Thursday, July 01, 2010

When profit is top priority in medical care, beware!

In Eastern Cape province, South Africa, death comes to the boys through infection leading to gangrene due to circumcisions performed in the traditional manner. According to the Sun newspaper, a South African Health Department spokesman forty boys died in June this year due gangrene, dehydration and pneumonia after traditional initiation rites during which circumcision was performed to mark the boys’ passage to manhood.

According to the report, boys in Eastern Cape province, South Africa, die every year from botched circumcisions by poorly trained, inexperienced traditional surgeons who were doing it mainly for profit. The same knife was used for the circumcision of all the boys and it was not sterilised properly after each circumcision, merely using herbs to clean it.

Of course, every operation carries with it risks of one kind or another. But the risks would be minimal, if the surgeons performing the operations are well-trained if not experienced. Being well-trained and confident are the two most important criteria. After all, we know that every good surgeon had to start without experience except that which is had during practical training. However, if the surgeon is conscientious and well-trained, with the strong desire to help a person overcome his/her ailment as top priority, the surgeon would be performing at his best. Then the patient will be in excellent hands. I would rather choose such a doctor than one who operates as part of his/her daily job, going through each job without learning to improve on his skill or doing it better each time. In every profession this happens and we see people going through their work as just another day’s job. Therein lies the difference between a person who cares and one who does not, the difference between someone who is interested in the work and one who is not, the difference between an individual who looks forward to learning even more than the person who thinks there is nothing more to learn once the person leaves school, college, university or any place of training.

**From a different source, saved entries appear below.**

import type {
  Booking,
  Calendar,
  CalendarBooking,
  CalendarDay,
} from '../../../shared/bookings/calendar-schemas.ts'
import { type Day, dayPlus, daysBetween } from '../../../shared/calendar/days.ts'
import type { BookingSide } from './booking-steps.ts'

/** Every day from one to the other. */
export const daysFromTo = ({ from, to }: { from: Day; to: Day }): Day[] =>
  Array.from({ length: Math.max(0, daysBetween(from, to) + 1) }, (_, i) => dayPlus(from, i))

const byDay = (a: CalendarDay, b: CalendarDay): number => (a.day < b.day ? -1 : 1)

function daysOn(calendar: Calendar, booking: CalendarBooking, side: BookingSide): CalendarDay[] {
  const shown = side.days.filter((day) => day >= calendar.from && day <= calendar.to)
  const kept = booking.days.filter((d) => shown.includes(d.day))
  const gone = booking.days.filter((d) => !shown.includes(d.day))
  const fresh = shown.filter((day) => !kept.some((d) => d.day === day))
  const made = fresh.map((day, i): CalendarDay => {
    const hours = calendar.crewHours.find((h) => h.crewId === side.crewId && h.day === day)
    return {
      id: `${booking.id} ${day}`,
      revisionLetter: null,
      holds: '',
      plannedMinutes: 0,
      worked: false,
      ...gone[i],
      day,
      availableMinutes: hours?.availableMinutes ?? 0,
      peopleThere: hours?.peopleThere ?? 0,
      flags: [],
    }
  })
  return [...kept, ...made].sort(byDay)
}

function bookingOn(calendar: Calendar, booking: CalendarBooking, side: BookingSide) {
  const [firstDay = booking.firstDay, lastDay = firstDay] = [
    side.days[0],
    side.days[side.days.length - 1],
  ]
  return {
    ...booking,
    crew: calendar.crews.find((crew) => crew.id === side.crewId) ?? booking.crew,
    state: side.state,
    clashReason: side.clashReason,
    allDays: [...side.days],
    firstDay,
    lastDay,
    dayCount: side.days.length,
    days: daysOn(calendar, booking, side),
  }
}

/** A span as it will be, so that a booking stays where it was dropped while the server decides. */
export function withSides(calendar: Calendar, sides: ReadonlyMap<string, BookingSide>): Calendar {
  return {
    ...calendar,
    bookings: calendar.bookings.flatMap((booking) => {
      const side = sides.get(booking.id)
      if (!side) return [booking]
      return side.cancelled ? [] : [bookingOn(calendar, booking, side)]
    }),
  }
}

/** A span with bookings as the server has answered them. */
export function withAnswered(calendar: Calendar, answered: readonly Booking[]): Calendar {
  const isNew = (id: string) => !answered.some((booking) => booking.id === id)
  const shown = answered
    .filter((booking) => !booking.cancelled)
    .map((booking) => ({
      ...booking,
      days: booking.days.filter((d) => d.day >= calendar.from && d.day <= calendar.to),
    }))
    .filter((booking) => booking.days.length > 0)
  return {
    ...calendar,
    bookings: [...calendar.bookings.filter((booking) => isNew(booking.id)), ...shown],
  }
}
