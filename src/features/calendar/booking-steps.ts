import type { OneOfChanges } from '../../../shared/bookings/booking-changes.ts'
import type { BookingState, CreateBooking } from '../../../shared/bookings/booking-schemas.ts'
import type { Booking, CalendarBooking } from '../../../shared/bookings/calendar-schemas.ts'
import { type Day, formatDay } from '../../../shared/calendar/days.ts'
import type { OnPurpose } from './clash-answer.tsx'

/** How a booking stands before or after a step; start and gear only where the step is about them. */
export type BookingSide = {
  crewId: string
  days: readonly Day[]
  state: BookingState
  cancelled: boolean
  clashReason: string | null
  startAt?: string | null
  gear?: string
}

export type StepPart = {
  id: string
  /** 'QR-107 Surgery'. */
  name: string
  version: number
  before: BookingSide
  after: BookingSide
  /** Set until the booking has been made. */
  create?: CreateBooking
  /** Instead of the days on the way on: the server, which knows every day off, lays them. */
  move?: { from: Day; to: Day }
}

/** Something done to one or more bookings at once, in a sentence, with both its sides. */
export type BookingStep = { id: string; words: string; parts: StepPart[] }

export const nameOf = (booking: Pick<CalendarBooking, 'job'>): string =>
  `${booking.job.number} ${booking.job.title}`

export function sideOf(booking: CalendarBooking | Booking): BookingSide {
  return {
    crewId: booking.crew.id,
    days: booking.allDays,
    state: booking.state,
    cancelled: 'cancelled' in booking && booking.cancelled,
    clashReason: booking.clashReason,
    ...('gear' in booking ? { startAt: booking.ownStartAt, gear: booking.gear } : {}),
  }
}

/** A part that changes a booking as it is shown. */
export function partOf(
  booking: CalendarBooking | Booking,
  changes: Partial<BookingSide>,
): StepPart {
  const before = sideOf(booking)
  const { id, version } = booking
  return { id, name: nameOf(booking), version, before, after: { ...before, ...changes } }
}

export const stepOf = (words: string, ...parts: StepPart[]): BookingStep => ({
  id: crypto.randomUUID(),
  words,
  parts,
})

const isSame = (a: unknown, b: unknown): boolean => JSON.stringify(a) === JSON.stringify(b)

const sent = ['crewId', 'days', 'state', 'cancelled', 'startAt', 'gear'] as const

/** What of a booking differs from one side to the other: only that is sent. */
export function differenceOf(
  from: BookingSide,
  to: BookingSide,
): Partial<Omit<BookingSide, 'clashReason'>> {
  return Object.fromEntries(
    sent.filter((key) => !isSame(from[key], to[key])).map((key) => [key, to[key]]),
  )
}

/** Nothing would change. */
export const isIdle = (step: BookingStep): boolean =>
  step.parts.every(
    (part) =>
      !part.create && !part.move && Object.keys(differenceOf(part.before, part.after)).length === 0,
  )

/**
 * What to send to take a booking from one side to the other. Going back to how it stood, what was settled
 * on purpose then is settled again.
 */
export function changeTo(
  part: StepPart,
  direction: 'on' | 'back',
  given: { version: number; said: OnPurpose },
): OneOfChanges {
  const [from, to] = direction === 'on' ? [part.before, part.after] : [part.after, part.before]
  const { days, ...rest } = differenceOf(from, to)
  return {
    bookingId: part.id,
    version: given.version,
    ...rest,
    ...daysToSend(direction === 'on' ? part.move : undefined, days),
    ...given.said,
  }
}

function daysToSend(move: StepPart['move'], days: readonly Day[] | undefined) {
  if (move) return { move }
  return days ? { days: [...days] } : {}
}

/** What was said on purpose on the side that a step goes to. */
export const saidOn = (side: BookingSide): OnPurpose => ({
  evenIfNotWorked: true,
  ...(side.clashReason === null ? {} : { clashReason: side.clashReason }),
})

/** The same change made on top of what somebody else made of the booking meanwhile. */
export function rebased(step: BookingStep, current: Booking): BookingStep {
  return {
    ...step,
    parts: step.parts.map((part) => {
      if (part.id !== current.id) return part
      const before = sideOf(current)
      const mine = differenceOf(part.before, part.after)
      const back = current.cancelled && mine.cancelled === undefined ? { cancelled: false } : {}
      const after = { ...before, ...back, ...mine }
      return { ...part, version: current.version, before, after }
    }),
  }
}

/** A booking just made, as a step that can be taken back. */
export function bookedStep(booking: Booking): BookingStep {
  const { dayCount, crew, firstDay } = booking
  const days = dayCount === 1 ? '1 day' : `${dayCount} days`
  const part = partOf(booking, {})
  return stepOf(`Booked: ${crew.name}, ${days} from ${formatDay(firstDay)}`, {
    ...part,
    before: { ...part.before, cancelled: true },
  })
}
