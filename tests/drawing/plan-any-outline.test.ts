import { describe, expect, test } from 'vitest'
import { boxesOverlap, segmentCrossesBox } from '../../shared/drawing/drawing-geometry.ts'
import { overhangOutline } from '../../shared/drawing/overhang-outline.ts'
import { cornerBox } from '../../shared/drawing/plan-corners.ts'
import { planDrawing, type PlanDrawingOptions } from '../../shared/drawing/plan-drawing.ts'
import type { FrameSpec, Roof } from '../../shared/roof/roof-types.ts'
import { framedOnce } from '../roof/support/framed.ts'
import { hollowReferences, makeRoof, referenceRoof } from '../roof/support/roofs.ts'
import { laidOutSpec } from './support/laid-out-spec.ts'

const phonePx = 358
const deskPx = 1100
const sizes = [
  { at: 'a phone', widthPx: phonePx, maxHeightPx: 420 },
  { at: 'a desk', widthPx: deskPx, maxHeightPx: 640 },
  { at: 'a phone, drawn four times as large', widthPx: 4 * phonePx, maxHeightPx: 4 * 420 },
]

const draw = (roof: Roof, spec: FrameSpec | null, changes: Partial<PlanDrawingOptions>) => {
  const drawing = planDrawing(roof, spec, {
    widthPx: deskPx,
    maxHeightPx: 640,
    mode: 'read',
    units: 'mm',
    problems: [],
    firstMarks: new Set(),
    ...changes,
  })
  if (!drawing) throw new Error('nothing drawn')
  return drawing
}

type Drawing = ReturnType<typeof draw>

/** Every word that runs into another, off the paper, or through which a fine line runs. */
function clashes({ labels, dimensions, corners, view }: Drawing): string[] {
  const words = [
    ...labels,
    ...dimensions.flatMap((d) => (d.label ? [d.label] : [])),
    ...corners.map((corner) => ({
      ...cornerBox(corner),
      text: `(${corner.corner + 1})`,
      leader: corner.leader,
    })),
  ]
  return words.flatMap((a, i) => {
    const others = words.filter((_, k) => k !== i)
    const { x, y } = a.centre
    const isOff = x < 0 || y < 0 || x > view.widthPx || y > view.heightPx
    return [
      ...(isOff ? [`${a.text} off the paper`] : []),
      ...others.slice(i).flatMap((b) => (boxesOverlap(a, b) ? [`${a.text} / ${b.text}`] : [])),
      ...others.flatMap((b) =>
        a.leader && segmentCrossesBox(a.leader, b) ? [`${a.text}’s line / ${b.text}`] : [],
      ),
    ]
  })
}

/** Numbers that are the same each run; any generator of evenly spread numbers would do. */
function dice(seed: number): () => number {
  let state = seed
  return () => {
    state = (state * 1664525 + 1013904223) % 4294967296
    return state / 4294967296
  }
}

/** A house with wings of any depth along one side, turned in plan: two corners, then four a wing. */
function wingedOutline(wings: number, seed: number): [number, number][] {
  const next = dice(seed)
  const turn = next() * Math.PI
  const corners: [number, number][] = []
  let x = 0
  for (let i = 0; i < wings; i++) {
    const gap = i === 0 ? 0 : 900 + next() * 3000
    const width = 2400 + next() * 4000
    const depth = 5500 + next() * 4000
    if (i > 0) corners.push([x, 5000], [x + gap, 5000])
    x += gap
    corners.push([x, depth], [x + width, depth])
    x += width
  }
  const outline: [number, number][] = [[x, 0], [0, 0], ...corners]
  const counterClockwise = [...outline].reverse()
  return counterClockwise.map(([px, py]) => [
    px * Math.cos(turn) - py * Math.sin(turn),
    px * Math.sin(turn) + py * Math.cos(turn),
  ])
}

const cross = makeRoof(
  [
    [3000, 0],
    [8000, 0],
    [8000, 4000],
    [12000, 4000],
    [12000, 9000],
    [8000, 9000],
    [8000, 12000],
    [3000, 12000],
    [3000, 9000],
    [0, 9000],
    [0, 4000],
    [3000, 4000],
  ],
  Array.from({ length: 12 }, () => 25),
)
const frames = [
  ...hollowReferences.map((reference) => {
    const roof = referenceRoof(reference)
    return { title: reference.title, roof, spec: framedOnce(roof) }
  }),
  { title: 'A cross', roof: cross, spec: framedOnce(cross) },
]

describe.each(frames)('$title', ({ roof, spec }) => {
  test.each(sizes)('no two words of the plan run into one another on $at', (size) => {
    expect(clashes(draw(roof, spec, size))).toEqual([])
    expect(clashes(draw(roof, spec, { ...size, mode: 'edit' }))).toEqual([])
  })

  test.each(sizes)('every side shows its length on $at', (size) => {
    const { dimensions } = draw(roof, spec, { ...size, mode: 'edit' })
    const shown = dimensions.map(({ label }) => label?.text.split(' · ').at(-1))
    const sides = roof.outline.map((p, i) => {
      const q = roof.outline[(i + 1) % roof.outline.length]!
      return `${Math.round(Math.hypot(q.x - p.x, q.y - p.y))}`
    })
    expect(shown).toEqual(sides)
  })

  test('drawn twice as large as a desk’s, every member has its own mark', () => {
    const drawing = draw(roof, spec, { widthPx: 2 * deskPx, maxHeightPx: 2 * 640 })
    expect(drawing.hiddenMarks).toEqual([])
    for (const label of drawing.labels) expect(label.text).toBe(label.mark)
  })

  test('the line of the tails stands its overhang outside every side, inward corners too', () => {
    // Source: 450 all round; a parallel 450 outside each side, arithmetic.
    const tails = overhangOutline(roof)
    expect(tails).toHaveLength(roof.outline.length)
    for (const [i, p] of roof.outline.entries()) {
      const q = roof.outline[(i + 1) % roof.outline.length]!
      const length = Math.hypot(q.x - p.x, q.y - p.y)
      for (const tail of [tails[i]!, tails[(i + 1) % tails.length]!]) {
        const out = ((tail.x - p.x) * (q.y - p.y) - (tail.y - p.y) * (q.x - p.x)) / length
        expect(out).toBeCloseTo(450, 6)
      }
    }
  })
})

describe.each(hollowReferences)('timbers laid on the lines of $title', (reference) => {
  test.each(sizes)('no two marks run into one another on $at', (size) => {
    const drawing = draw(referenceRoof(reference), laidOutSpec(reference, 450), size)
    expect(clashes(drawing)).toEqual([])
  })
})

describe('outlines of up to 64 corners, turned any way', () => {
  const outlines = Array.from({ length: 16 }, (_, i) => wingedOutline(i + 1, 41 + i))

  test.each(outlines.map((outline) => ({ corners: outline.length, outline })))(
    'no two words run into one another round $corners corners',
    ({ outline }) => {
      const roof = makeRoof(
        outline,
        outline.map(() => 25),
      )
      for (const size of sizes)
        expect(clashes(draw(roof, null, { ...size, mode: 'edit' }))).toEqual([])
    },
  )

  test('the largest drawing of the largest outline shows the length of every side', () => {
    const outline = outlines.at(-1)!
    expect(outline.length).toBe(64)
    const roof = makeRoof(
      outline,
      outline.map(() => 25),
    )
    const { dimensions } = draw(roof, null, { widthPx: 12 * phonePx, maxHeightPx: 12 * 420 })
    expect(dimensions.filter(({ label }) => label === null)).toEqual([])
  })
})

test('layers put away are not drawn, but for a picked timber', () => {
  const [reference] = hollowReferences
  const roof = referenceRoof(reference!)
  const spec = laidOutSpec(reference!)
  const tie = { ...spec.members[0]!, mark: 'CT1', role: 'collar-tie' as const }
  const withTie = { ...spec, members: [...spec.members, tie] }
  const marks = (changes: Partial<PlanDrawingOptions>) =>
    draw(roof, withTie, changes).members.map((member) => member.mark)
  const hiddenLayers = new Set(['collar-ties'] as const)
  expect(marks({})).toContain('CT1')
  expect(marks({ hiddenLayers })).not.toContain('CT1')
  expect(marks({ hiddenLayers, firstMarks: new Set(['CT1']) })).toContain('CT1')
})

Alright, let’s return to the main topic of medical treatment. We started with a place in South Africa where good hospital facilities and surgeons could perhaps be unavailable to the surgeons concerned. Despite that, those surgeons performed for the sake of profit. Nevertheless, the danger lies not only in poor areas without good hospital facilities. Even where private hospitals exist, the danger of placing profit as a priority in private hospitals is indeed a possibility we have to consider. As the world becomes more and more materialistic and more and more private hospitals are built resulting in greater competition to get sufficient funds to maintain themselves, profit plays an important factor in the survival of the hospitals. When profit is top priority, there must be money from patients. Then, the question is, were all the operations performed really necessary? Was the job carried out so that it helps to finance the hospital? The danger of this happening is always there.

Of course, creating jobs for themselves, whoever they may be, be they mechanics, salesman, teachers or just anybody, is an everyday affair and there is no harm in it if the job is necessary, well-done and satisfactory. When it comes to the expense, there ought to be no complains as life is enhanced. A good, if not excellent surgeon must be appreciated as he performs a very important role in our lives. He must have spent a lot of time, effort and money, not forgetting his mental ability and alertness, to become one. Not just anybody can be a really good surgeon.

However, it is a waste of time, effort and money when the job is unnecessary. And in the medical profession, it is not just those things that are lost, lives are endangered or placed at risk too just as those of the unfortunate boys in South Africa who underwent circumcision performed by surgeons who ought not to have performed the task as it is obvious even to the layman that sterilised equipment and room are essential for the safety of the patients. A surgeon who does not even realise the importance of that and goes on to endanger the lives of his/her patients has no right to call himself/herself a good surgeon.